Did we just erase everything we just did? We didn't even use a register called pc. Are variables registers? By "you should always pop it back", does it mean "if you don't clear the stack by the end of the code bad things will happen"? I don't even know. Next line.
|
As I've explained, registers are temporary containers. However, other subroutines/functions also use them. We back them up on the stack (I explain this thoroughly in my tutorial). The only ones we don't back up are r0-r3 (which is why this push/pop is actually stupid/useless/wrong - it works, but it's useless). You don't "use" PC. it's updated for you. It's a pointer to the currently run instruction and it's how the CPU keeps track of what to execute. Read my tutorial. It explains the relationships between LR/PC and how they interact over push/pop.
Quote:
Originally Posted by Oloolooloo!
Guessing this needs to go at the end of every script. Don't care why, as long as it works.
Wait, what? We've been using .PLAYER_DATA and we haven't even defined it yet? Just...how? What? Next line.
|
We don't need to define it earlier. We define it at the bottom, because you want the first thing in your routine to be code. Otherwise it's difficult to get a pointer to the code and you'll end up executing data (the CPU can't tell the difference - it's all ones and zeroes). You don't need to define it earlier because the assembler doesn't resolve the names until later. We're just defining a
symbol. That is just a mapping of a name to a value.
Quote:
Originally Posted by Oloolooloo!
We're now modifying .PLAYER_DATA. I'm guessing "assigning" in this case means "adding onto", cause we've already been working with .PLAYER_DATA. I think. Very ambiguous wording.
Did the same thing as we just did with .PLAYER_DATA, only this makes sense since we haven't used .VAR yet. "symbol" is an odd choice of words, I might be seeing a technical definition I don't know yet. Hopefully I guessed right about a byte storing a symbol. Would this make .VAR 1 byte? But then earlier he said variables were 2 bytes. I dunno, next line.

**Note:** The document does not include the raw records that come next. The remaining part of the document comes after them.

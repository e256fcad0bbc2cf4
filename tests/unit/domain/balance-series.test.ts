import { describe, expect, it } from 'vitest';
import { joinSeries, meanSeries, seriesInBaseUnit, seriesMean, slopePerHour, sumSeries, toTimeSeries, weightedSumSeries } from '../../../shared/domain/balance/series.js';

const M = 60_000;
const s = (...pairs: [number, number][]) => new Map(pairs.map(([m, v]) => [m * M, v]));

describe('minute series helpers (bucket-wise; a bucket missing anywhere is missing in the result)', () => {
  it('join, sum, mean and weighted sum only where every series has the bucket', () => {
    const a = s([0, 1], [1, 2], [2, 3]);
    const b = s([0, 10], [2, 30]);
    expect([...sumSeries([a, b])]).toEqual([[0, 11], [2 * M, 33]]);
    expect([...meanSeries([a, b])]).toEqual([[0, 5.5], [2 * M, 16.5]]);
    // basin masses: 3 g/L × 6000 m³ + 2 g/L × 3000 m³ = 24 000 kg
    expect([...weightedSumSeries([s([0, 3]), s([0, 2])], [6000, 3000])]).toEqual([[0, 24_000]]);
    expect([...joinSeries([a, b], ([x, y]) => y! - x!)]).toEqual([[0, 9], [2 * M, 27]]);
    expect(sumSeries([]).size).toBe(0);
  });
  it('seriesInBaseUnit keeps the window, scales, drops bad buckets (quality code 2) and non-finite means', () => {
    const pts = [
      { t_ms: 0, mean: 10, qualityCode: 0 },
      { t_ms: M, mean: 12, qualityCode: 2 },
      { t_ms: 2 * M, mean: Number.NaN, qualityCode: 0 },
      { t_ms: 3 * M, mean: 14, qualityCode: 1 },
      { t_ms: 4 * M, mean: 16, qualityCode: 0 },
    ];
    expect([...seriesInBaseUnit(pts, 1e-3, 0, 3 * M)]).toEqual([[0, 0.01], [3 * M, 0.014]]);
  });
  it('least-squares slope: levels 1.0, 1.1, 1.2 m at 0, 30, 60 min rise 0.2 m/h; fewer than 3 points give none', () => {
    expect(slopePerHour(s([60, 1.2], [0, 1.0], [30, 1.1]))).toBeCloseTo(0.2, 12);
    expect(slopePerHour(s([0, 1], [1, 2]))).toBeNull();
  });
  it('mean and time series', () => {
    expect(seriesMean(s([0, 700], [1, 900]))).toBe(800);
    expect(seriesMean(new Map())).toBeNull();
    expect(toTimeSeries(s([2, 5], [1, 4]))).toEqual([{ ts_ms: M, value: 4 }, { ts_ms: 2 * M, value: 5 }]);
  });
});
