/**
 * Recomputes the balances of a window after an import: at the engine's interval (or the
 * coarser step the import asked for), through the same computeBalance, with the inputs as they
 * were at each time (inputsAsOf); rows are marked recomputed. Raises no alarm, sends no mail,
 * publishes nothing live. Recomputed rows of an earlier run over the window are replaced; a time
 * that already has a live balance keeps it.
 */
export async function runRecompute(ctx: AppContext, repo: HistoryRepository, jobId: number, report: (p: number) => void = () => {}, signal?: AbortSignal): Promise<void> {
  const job = await repo.job(jobId);
  if (!job) return;
  const o = job.options as unknown as RecomputeOptions;
  try {
    const s = await services(ctx).settings.effective(job.plantId);
    const balanceRepo = repositories(ctx).balance;
    // Geometry is effective-dated (issue 13): each time is computed with the layout that held
    // then. A day whose start and end layouts agree uses one; a day with a change asks per step.
    const layoutAt = async (t: number) => {
      const l = await balanceRepo.layoutAt(job.plantId, new Date(t));
      if (!l) throw new Error(`no plant ${job.plantId}`);
      return l;
    };
    const mapped = await balanceRepo.readings(job.plantId);
    const tagIds = [...new Set(mapped.map((m) => m.tagId))];
    const svis = (await repo.svis(job.plantId)).filter((x) => /^m[lL]\/g$/.test(x.unit.trim())).map(({ unit: _unit, ...x }) => x);
    const step = Math.max(s['balance.interval_s'], o.balanceStep_s ?? 0) * 1000;
    const from = Date.parse(o.from);
    const to = Date.parse(o.to);
    // The first time with a complete minute of the window behind it, on the step's grid.
    const t0 = Math.ceil((from + MINUTE_MS) / step) * step;
    // The last time is the window's end, never later and never past now: a grid time after the
    // last imported sample would be a balance of data the import did not bring (and, for the
    // demo's history that ends at its start, a "latest" balance from the future that hid the
    // live ones until the clock caught up with it).
    const end = Math.min(to, systemClock());
    const window_ms = lookback_ms(s);
    // Recomputed rows of an earlier run up to a step past the end are replaced (an earlier
    // version wrote one grid time past it).
    await repo.deleteRecomputed(job.plantId, new Date(t0), new Date(to + step));
    const live = await repo.liveBalanceTimes(job.plantId, new Date(t0 - step), new Date(end + 1));
    const total = Math.max(1, Math.floor((end - t0) / step) + 1);
    let done = 0;
    let li = 0;
    let pending: Balance[] = [];
    let lastReport = 0;
    for (let c0 = t0; c0 <= end; c0 += DAY_MS) {
      const c1 = Math.min(c0 + DAY_MS, end + 1);
      const minutes = await repo.minutes(tagIds, new Date(c0 - window_ms - MINUTE_MS), new Date(c1));
      const [first, last] = await Promise.all([layoutAt(c0), layoutAt(c1 - 1)]);
      const steady = JSON.stringify(first) === JSON.stringify(last);
      for (let t = c0; t < c1; t += step) {
        if (signal?.aborted) {
          // A shutdown: what is computed stays; the next start runs the job again over the window.
          await repo.insertRecomputed(pending);
          await repo.requeue(jobId);
          return;
        }
        while (li < live.length && live[li]! <= t - step) li++;
        if (li < live.length && live[li]! <= t) continue;
        const layout = steady ? first : await layoutAt(t);
        pending.push(computeBalance(inputsAsOf(t, layout, mapped, minutes, svis, window_ms), s));
        done++;
        if (pending.length >= INSERT_BATCH) {
          await repo.insertRecomputed(pending);
          pending = [];
        }
        if (Date.now() - lastReport > PROGRESS_EVERY_MS) {
          lastReport = Date.now();
          const p = Math.min(1, (t - t0) / (total * step));
          report(p);
          await repo.progress(jobId, { progress: p, rows: done, rejected: 0 });
        }
      }
    }
    await repo.insertRecomputed(pending);
    // The recomputed balances are the uploader's fresh write too (the recompute follows an import).
    await services(ctx).reads.routing.fenceUser(job.parentId === null ? null : ((await repo.job(job.parentId))?.createdBy ?? null));
    await repo.finish(jobId, { state: 'done', rows: done, rejected: 0, errors: [], result: { from: new Date(t0).toISOString(), to: o.to } });
  } catch (err) {
    await repo.finish(jobId, { state: 'failed', rows: 0, rejected: 0, errors: [], result: { message: `recompute failed: ${(err as Error).message}` } }).catch(() => {});
    throw err;
  }
}

export interface HistoryJobs {
  stop(): Promise<void>;
}

/**
 * The worker of history jobs (imports and recomputes, one at a time, BullMQ on the same backend
 * as the balance engine) for this context, and the queue the import service enqueues to. Every
 * API process runs one; a job runs in whichever takes it (the upload folder, `<dataDir>/imports`,
 * must then be one folder shared by the API processes that take imports).
 */
export async function startHistoryJobs(ctx: AppContext, opts: { databaseUrl?: string } = {}): Promise<HistoryJobs> {
  const url = opts.databaseUrl ?? ctx.config.databaseUrl;
  if (!url && !ctx.config.redisUrl) throw new Error('history jobs: no database URL for the job queue');
  const backend = queueBackend(ctx, url ?? '', HISTORY_QUEUE);
  const repo = repositories(ctx).history;
  const queue = backend.queue() as SchedulingQueue & HistoryQueue;
  const stopping = new AbortController();
  const worker: ClosableWorker = backend.worker(async (job: Job) => {
    const id = Number((job.data as { id?: number }).id);
    const report = (p: number) => void job.updateProgress(Math.round(p * 1000) / 1000).catch(() => {});
    // One run per row, whichever API process's worker gets the job: the row is claimed for this
    // BullMQ job first (a redelivery of the same job after its worker died may take it again; a
    // second job for the same row, queued by another process at its start, is skipped).
    if (!(await repo.claim(id, String(job.id)))) return { skipped: 'claimed' };
    if (job.name === 'import') return runImport(ctx, repo, id, report, stopping.signal);
    if (job.name === 'recompute') return runRecompute(ctx, repo, id, report, stopping.signal);
    throw new Error(`unknown history job ${job.name}`);
  });
  worker.on('failed', (job, err) => ctx.log.warn({ err, job: job?.name, data: job?.data }, 'history job failed'));
  worker.on('error', (err) => ctx.log.warn({ err }, 'history worker error'));
  registerHistoryQueue(ctx, queue);
  // Recomputes a previous run stopped (or left queued) go on.
  for (const id of await repo.unfinishedRecomputes()) await enqueueHistoryJob(ctx, 'recompute', id);
  return {
    async stop() {
      registerHistoryQueue(ctx, null);
      // The running job ends at its next step (a recompute is queued again for the next start).
      stopping.abort();
      await worker.close();
      await queue.close();
    },
  };
}
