import { describe, expect, it } from 'vitest';
import { settlerRequest, srtRequest, statePointRequest, stormRequest, stormResponse, statePointResponse, settlerResponse, srtResponse, sviRequest, sviResponse } from '../../../shared/contracts/calc.js';
import { calcSettler, calcSrt, calcStatePoint, calcStorm, calcSvi } from '../../../shared/domain/calculators.js';
import { DomainValidationError } from '../../../shared/domain/errors.js';
import { OPERATOR_CAUTION } from '../../../shared/contracts/balance.js';
import { labResultInput } from '../../../shared/contracts/lab.js';

const storm = { influentFlow_m3h: 1000, rasFlow_m3h: 600, mlss_gL: 3, svi_mLg: 120, aerationVolume_m3: 12000, clarifierArea_m2: 1600, stormFlow_m3h: 3000 };
const sp = { influentFlow_m3h: 1000, rasFlow_m3h: 600, mlss_gL: 3, clarifierArea_m2: 1600, settling: { v0_mh: 7.8, k_Lg: 0.4 } };
const settler = { feedFlow_m3h: 36892 / 24, feedTss_gL: 3.26984, underflowFlow_m3h: 18831 / 24, area_m2: 1500, depth_m: 4 };
const srtReq = { aerationMass_kg: 36000, clarifierMass_kg: 6000, wasFlow_m3h: 15, wasTss_gL: 8, effluentFlow_m3h: 1000, effluentTss_gL: 0.01, targetSrt_d: 10 };

function paths(r: { success: boolean; error?: { issues: { path: PropertyKey[]; code: string }[] } }): string[] {
  expect(r.success).toBe(false);
  return r.error!.issues.map((i) => (i.code === 'unrecognized_keys' ? 'unrecognized_keys' : i.path.join('.')));
}

describe('calculator request schemas', () => {
  it('accept valid requests', () => {
    expect(stormRequest.safeParse(storm).success).toBe(true);
    expect(statePointRequest.safeParse(sp).success).toBe(true);
    expect(statePointRequest.safeParse({ ...sp, settling: { svi_mLg: 120, correlation: 'daigger-1995' } }).success).toBe(true);
    expect(settlerRequest.safeParse(settler).success).toBe(true);
    expect(srtRequest.safeParse(srtReq).success).toBe(true);
    expect(sviRequest.safeParse({ settledVolume_mLL: 200, mlss_gL: 3 }).success).toBe(true);
  });

  it('reject negative flows, zero area, SVI 0, strings, missing fields and unknown keys, naming the field', () => {
    expect(paths(stormRequest.safeParse({ ...storm, rasFlow_m3h: -1 }))).toEqual(['rasFlow_m3h']);
    expect(paths(stormRequest.safeParse({ ...storm, clarifierArea_m2: 0 }))).toEqual(['clarifierArea_m2']);
    expect(paths(stormRequest.safeParse({ ...storm, svi_mLg: 0 }))).toEqual(['svi_mLg']);
    expect(paths(stormRequest.safeParse({ ...storm, mlss_gL: '3' }))).toEqual(['mlss_gL']);
    const { stormFlow_m3h: _omit, ...missing } = storm;
    expect(paths(stormRequest.safeParse(missing))).toEqual(['stormFlow_m3h']);
    expect(paths(stormRequest.safeParse({ ...storm, colour: 'blue' }))).toEqual(['unrecognized_keys']);
    expect(paths(stormRequest.safeParse({ ...storm, mlss_gL: 3000 }))).toEqual(['mlss_gL']); // mg/L typed by mistake
    expect(paths(statePointRequest.safeParse({ ...sp, influentFlow_m3h: -5 }))).toEqual(['influentFlow_m3h']);
    expect(paths(statePointRequest.safeParse({ ...sp, settling: { svi_mLg: 120, correlation: 'made-up' } }))).toContain('settling');
    expect(paths(statePointRequest.safeParse({ ...sp, wasFlow_m3h: 2000 }))).toEqual(['wasFlow_m3h']);
    expect(paths(settlerRequest.safeParse({ ...settler, area_m2: 0 }))).toEqual(['area_m2']);
    expect(paths(settlerRequest.safeParse({ ...settler, underflowFlow_m3h: 5000 }))).toEqual(['underflowFlow_m3h']);
    expect(paths(settlerRequest.safeParse({ ...settler, layers: 4, feedLayer: 6 }))).toEqual(['feedLayer']);
    expect(paths(settlerRequest.safeParse({ ...settler, layers: 2.5 }))).toEqual(['layers']);
    expect(paths(srtRequest.safeParse({ ...srtReq, wasFlow_m3h: -1 }))).toEqual(['wasFlow_m3h']);
    expect(paths(srtRequest.safeParse({ ...srtReq, targetSrt_d: 0 }))).toEqual(['targetSrt_d']);
    expect(paths(sviRequest.safeParse({ settledVolume_mLL: 0, mlss_gL: 3 }))).toEqual(['settledVolume_mLL']);
    expect(paths(sviRequest.safeParse({ settledVolume_mLL: 'x', mlss_gL: 3, extra: 1 }))).toEqual(['settledVolume_mLL', 'unrecognized_keys']);
  });

  it('svi schema enforces "dilute and repeat" on settledVolume_mLL, like the domain error', () => {
    const r = sviRequest.safeParse({ settledVolume_mLL: 300, mlss_gL: 3 });
    expect(r.success).toBe(false);
    expect(r.error!.issues[0]!.path).toEqual(['settledVolume_mLL']);
    expect(r.error!.issues[0]!.message).toContain('dilute and repeat');
    expect(() => calcSvi({ settledVolume_mLL: 300, mlss_gL: 3 })).toThrow(DomainValidationError);
  });
});

describe('calculators produce responses that satisfy their schemas, without NaN', () => {
  function noNaN(o: unknown): void {
    JSON.stringify(o, (_k, v) => {
      if (typeof v === 'number') expect(Number.isFinite(v)).toBe(true);
      return v;
    });
  }

  it('storm', () => {
    const r = calcStorm(stormRequest.parse(storm));
    expect(stormResponse.safeParse(r).success).toBe(true);
    expect(r.rasConcRequired_gL).toBeCloseTo(8, 12);
    expect(r.stormRasConcRequired_gL).toBeCloseTo(18, 12);
    expect(r.minRasFlow_m3h).toBeCloseTo((3000 * 3) / 7, 9);
    const zero = calcStorm(stormRequest.parse({ ...storm, influentFlow_m3h: 0, rasFlow_m3h: 0, stormFlow_m3h: 0 }));
    noNaN(zero);
    expect(zero.rasConcRequired_gL).toBeNull();
    expect(zero.quality).toBe('unavailable');
    expect(zero.reasons!.length).toBeGreaterThan(0);
    const weak = calcStorm(stormRequest.parse({ ...storm, svi_mLg: 900 })); // X_R,max = 1.33 < MLSS
    expect(weak.minRecycleRatio).toBeNull();
    noNaN(weak);
  });

  it('state point, given and from a correlation', () => {
    const r = calcStatePoint(statePointRequest.parse(sp));
    expect(statePointResponse.safeParse(r).success).toBe(true);
    expect(r.settling.source).toBe('given');
    const c = calcStatePoint(statePointRequest.parse({ ...sp, settling: { svi_mLg: 120, correlation: 'daigger-roper-1985' } }));
    expect(c.quality).toBe('estimated');
    expect(c.settling.k_Lg).toBeCloseTo(0.148 + 0.0021 * 120, 12);
    const out = calcStatePoint(statePointRequest.parse({ ...sp, settling: { svi_mLg: 300, correlation: 'wahlberg-keinath-1988' } }));
    expect(statePointResponse.safeParse(out).success).toBe(true);
    expect(out.thickeningMargin).toBeNull();
    expect(out.quality).toBe('unavailable');
    for (const e of [out, calcStatePoint(statePointRequest.parse({ ...sp, influentFlow_m3h: 0, rasFlow_m3h: 0 })), calcStatePoint(statePointRequest.parse({ ...sp, rasFlow_m3h: 50000 }))]) noNaN(e);
  });

  it('settler (BSM1 defaults, Alex et al. 2008)', () => {
    const r = calcSettler(settlerRequest.parse(settler));
    expect(settlerResponse.safeParse(r).success).toBe(true);
    expect(r.layers_gL).toHaveLength(10);
    expect(Math.abs(r.underflowTss_gL! - 6.3939844) / 6.3939844).toBeLessThan(0.01);
    // blanket at Xt = 3 g/L between the centres of layers 9 (0.6 m, 0.356 g/L) and 10 (0.2 m, 6.394 g/L)
    expect(r.blanketHeight_m).toBeCloseTo(0.2 + (0.4 * (6.394 - 3)) / (6.394 - 0.35607), 2);
    noNaN(calcSettler(settlerRequest.parse({ ...settler, feedFlow_m3h: 0, underflowFlow_m3h: 0 })));
  });

  it('srt and svi', () => {
    const r = calcSrt(srtRequest.parse(srtReq));
    expect(srtResponse.safeParse(r).success).toBe(true);
    expect(r.wasFlowForTarget_m3h).toBeCloseTo(20.625, 10);
    const none = calcSrt(srtRequest.parse({ ...srtReq, wasFlow_m3h: 0, effluentFlow_m3h: 0 }));
    expect(none.srtTotal_d).toBeNull();
    expect(none.quality).toBe('unavailable');
    noNaN(none);
    const s = calcSvi(sviRequest.parse({ settledVolume_mLL: 200, mlss_gL: 4, dilutionFactor: 2 }));
    expect(sviResponse.safeParse(s).success).toBe(true);
    expect(s).toMatchObject({ svi_mLg: 100, kind: 'DSVI', quality: 'good' });
  });
});

describe('plausibility (issue 16): implausible lab and calculator inputs are refused with the reason', () => {
  it('SVI-family results outside 20–1000 mL/g [CP bounds]: 1 mL/L at 30 g/L … and 250 mL/L × 100 at 0.1 g/L', () => {
    // 0.03 mL/g and 500 000 mL/g came out `good` before; now the MLSS bound catches 30 g/L and the index bound the rest.
    const low = sviRequest.safeParse({ settledVolume_mLL: 1, mlss_gL: 3 }); // 0.33 mL/g
    expect(low.success).toBe(false);
    expect(low.error!.issues[0]!.message).toMatch(/0\.333 mL\/g lies outside the plausible 20–1000 mL\/g/);
    const high = labResultInput.safeParse({ kind: 'DSVI', settledVolume_mLL: 200, dilutionFactor: 100, mlss_gL: 1, sampledAt: '2026-01-01T00:00:00Z' }); // 20 000 mL/g
    expect(high.success).toBe(false);
    expect(high.error!.issues.map((i) => i.path.join('.'))).toContain('settledVolume_mLL');
    expect(labResultInput.safeParse({ kind: 'SVI', settledVolume_mLL: 240, mlss_gL: 3, sampledAt: '2026-01-01T00:00:00Z' }).success).toBe(true); // 80 mL/g
  });
  it('settled volumes over 1000 mL/L and MLSS outside 0.1–20 g/L', () => {
    expect(labResultInput.safeParse({ kind: 'SVI', settledVolume_mLL: 1001, mlss_gL: 3, sampledAt: '2026-01-01T00:00:00Z' }).success).toBe(false);
    for (const mlss_gL of [0.05, 25]) {
      expect(labResultInput.safeParse({ kind: 'MLSS', mlss_gL, sampledAt: '2026-01-01T00:00:00Z' }).success, `lab MLSS ${mlss_gL}`).toBe(false);
      expect(paths(stormRequest.safeParse({ ...storm, mlss_gL })), `storm MLSS ${mlss_gL}`).toEqual(['mlss_gL']);
    }
    expect(labResultInput.safeParse({ kind: 'MLSS', mlss_gL: 0.1, sampledAt: '2026-01-01T00:00:00Z' }).success).toBe(true);
  });
  it('every calculator answer carries the operator caution of the balance', () => {
    expect(calcStorm(stormRequest.parse(storm)).caution).toBe(OPERATOR_CAUTION);
    expect(calcStatePoint(statePointRequest.parse(sp)).caution).toBe(OPERATOR_CAUTION);
    expect(calcSvi(sviRequest.parse({ settledVolume_mLL: 200, mlss_gL: 3 })).caution).toBe(OPERATOR_CAUTION);
  });
});
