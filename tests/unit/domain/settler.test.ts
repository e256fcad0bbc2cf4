import { describe, expect, it } from 'vitest';
import {
  BSM1_SETTLER,
  BSM1_TAKACS,
  blanketHeight_m,
  settlerDerivatives,
  settlerMass_kg,
  solveSettlerSteadyState,
  stepSettler,
  takacsVelocity_mh,
  type SettlerConfig,
} from '../../../shared/domain/settler.js';
import { DomainValidationError } from '../../../shared/domain/errors.js';

// BSM1 open-loop steady state: Alex et al. (2008), BSM1 technical report (IWA Taskgroup),
// settler profile table; the same values are asserted by the public bsm2-python tests
// (ttronas/bsm2-python, tests/bsm1_ol_test.py). Published in g/m³ top → bottom.
const BSM1_OL_FEED = { feedFlow_m3h: 36892 / 24, feedTss_gL: 3.26984, underflowFlow_m3h: 18831 / 24 };
const BSM1_OL_PROFILE_gm3 = [12.4969, 18.1132, 29.5402, 68.9781, 356.0747, 356.0747, 356.0747, 356.0747, 356.0747, 6393.9844];

describe('Takács layered settler (BSM1 defaults)', () => {
  it('reproduces the BSM1 open-loop steady-state profile within 1 % per layer (Alex et al. 2008)', () => {
    const r = solveSettlerSteadyState(BSM1_SETTLER, BSM1_OL_FEED);
    expect(r.converged).toBe(true);
    expect(r.layers_gL).toHaveLength(10);
    r.layers_gL.forEach((x, i) => {
      const ref = BSM1_OL_PROFILE_gm3[i]! / 1000;
      expect(Math.abs(x - ref) / ref, `layer ${i + 1}`).toBeLessThan(0.01);
    });
    expect(r.effluentTss_gL).toBe(r.layers_gL[0]);
    expect(r.underflowTss_gL).toBe(r.layers_gL[9]);
  });

  it('converges to the same BSM1 profile from an empty settler', () => {
    const r = solveSettlerSteadyState(BSM1_SETTLER, BSM1_OL_FEED, { initial_gL: new Float64Array(10) });
    expect(r.converged).toBe(true);
    expect(Math.abs(r.layers_gL[9]! - 6.3939844) / 6.3939844).toBeLessThan(0.01);
  });

  it('closes the solids balance at steady state: Qf·Xf = Qe·Xe + Qu·Xu', () => {
    const r = solveSettlerSteadyState(BSM1_SETTLER, BSM1_OL_FEED);
    const qe = BSM1_OL_FEED.feedFlow_m3h - BSM1_OL_FEED.underflowFlow_m3h;
    const inFlux = BSM1_OL_FEED.feedFlow_m3h * BSM1_OL_FEED.feedTss_gL;
    const outFlux = qe * r.effluentTss_gL + BSM1_OL_FEED.underflowFlow_m3h * r.underflowTss_gL;
    expect(Math.abs(outFlux - inFlux) / inFlux).toBeLessThan(1e-8);
  });

  it('Takács velocity: zero below Xmin, capped at v0′, double exponential in between', () => {
    const xf = 3.26984;
    const xmin = BSM1_TAKACS.fns * xf;
    expect(takacsVelocity_mh(xmin * 0.5, xf, BSM1_TAKACS)).toBe(0);
    // the unclipped curve peaks at d = ln(rp/rh)/(rp − rh) ≈ 0.70 g/L above Xmin at ≈ 10.5 m/h > v0′
    expect(takacsVelocity_mh(xmin + Math.log(2.86 / 0.576) / (2.86 - 0.576), xf, BSM1_TAKACS)).toBeCloseTo(250 / 24, 12);
    // At 4 g/L by hand: 474/24·(e^(−0.576·(4−xmin)) − e^(−2.86·(4−xmin)))
    const d = 4 - xmin;
    expect(takacsVelocity_mh(4, xf, BSM1_TAKACS)).toBeCloseTo((474 / 24) * (Math.exp(-0.576 * d) - Math.exp(-2.86 * d)), 12);
  });

  it('conserves mass during transients: dM/dt = Qf·Xf − Qe·X1 − Qu·Xn', () => {
    const x = Float64Array.from([0.02, 0.05, 0.2, 1, 2, 3.5, 4, 5, 7, 9]);
    const d = settlerDerivatives(BSM1_SETTLER, BSM1_OL_FEED, x);
    const h = BSM1_SETTLER.depth_m / BSM1_SETTLER.layers;
    const dM = d.reduce((s, v) => s + v, 0) * h * BSM1_SETTLER.area_m2;
    const qe = BSM1_OL_FEED.feedFlow_m3h - BSM1_OL_FEED.underflowFlow_m3h;
    const expected = BSM1_OL_FEED.feedFlow_m3h * BSM1_OL_FEED.feedTss_gL - qe * x[0]! - BSM1_OL_FEED.underflowFlow_m3h * x[9]!;
    expect(Math.abs(dM - expected) / Math.abs(expected)).toBeLessThan(1e-9);
  });

  it('stepSettler with large dt stays finite and non-negative and moves towards steady state', () => {
    const x = new Float64Array(10).fill(3.26984);
    stepSettler(BSM1_SETTLER, BSM1_OL_FEED, x, 500);
    for (const v of x) {
      expect(Number.isFinite(v)).toBe(true);
      expect(v).toBeGreaterThanOrEqual(0);
    }
    expect(Math.abs(x[9]! - 6.3939844) / 6.3939844).toBeLessThan(0.01);
  });

  it('blanket height is interpolated between layer centres', () => {
    const cfg: SettlerConfig = { ...BSM1_SETTLER };
    // layer centres (height above floor) for 10 × 0.4 m: 3.8, 3.4, …, 0.2 m
    const layers = [0.01, 0.01, 0.01, 0.01, 0.3, 0.3, 0.3, 0.5, 1.5, 6];
    // first layer ≥ 1 g/L is layer 9 (centre 0.6 m), layer 8 above it (centre 1.0 m) holds 0.5
    expect(blanketHeight_m(cfg, layers, 1)).toBeCloseTo(0.6 + 0.4 * (1.5 - 1) / (1.5 - 0.5), 12);
    expect(blanketHeight_m(cfg, layers, 100)).toBe(0);
    expect(blanketHeight_m(cfg, layers, 0.005)).toBe(4);
  });

  it('settler mass is Σ X·A·h', () => {
    const layers = new Array(10).fill(2);
    expect(settlerMass_kg(BSM1_SETTLER, layers)).toBeCloseTo(2 * 1500 * 4, 9);
  });

  it('rejects an underflow larger than the feed with a typed error', () => {
    expect(() => settlerDerivatives(BSM1_SETTLER, { feedFlow_m3h: 10, feedTss_gL: 3, underflowFlow_m3h: 11 }, new Float64Array(10))).toThrow(DomainValidationError);
  });
});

It looks like he's doing math in hexadecimal. Dunno what he's talking about with making it easier to change, though I don't know how you would even go about changing it in the first place. No idea what "temporary variables" are.
I'm completely lost at this point. I dunno if this even relates to the code. Let's just end it here.
|
Symbol isn't an odd choice of words, it's jargon. I linked it earlier.
Temporary variables are the 0x8000 series. These are used internally all over the place, and you generally don't want to keep data in there permanently as it might be overwritten.
Hopefully I've cleared some stuff up, but I hope I've shown you that you really need to start looking up terminology. It might help if you started trying to learn to program more on the side. Maybe try more Python, then pick up C. It may sound stupid, but it will really help you learn theory. The most important thing you can do is try to use the wealth of knowledge on the internet.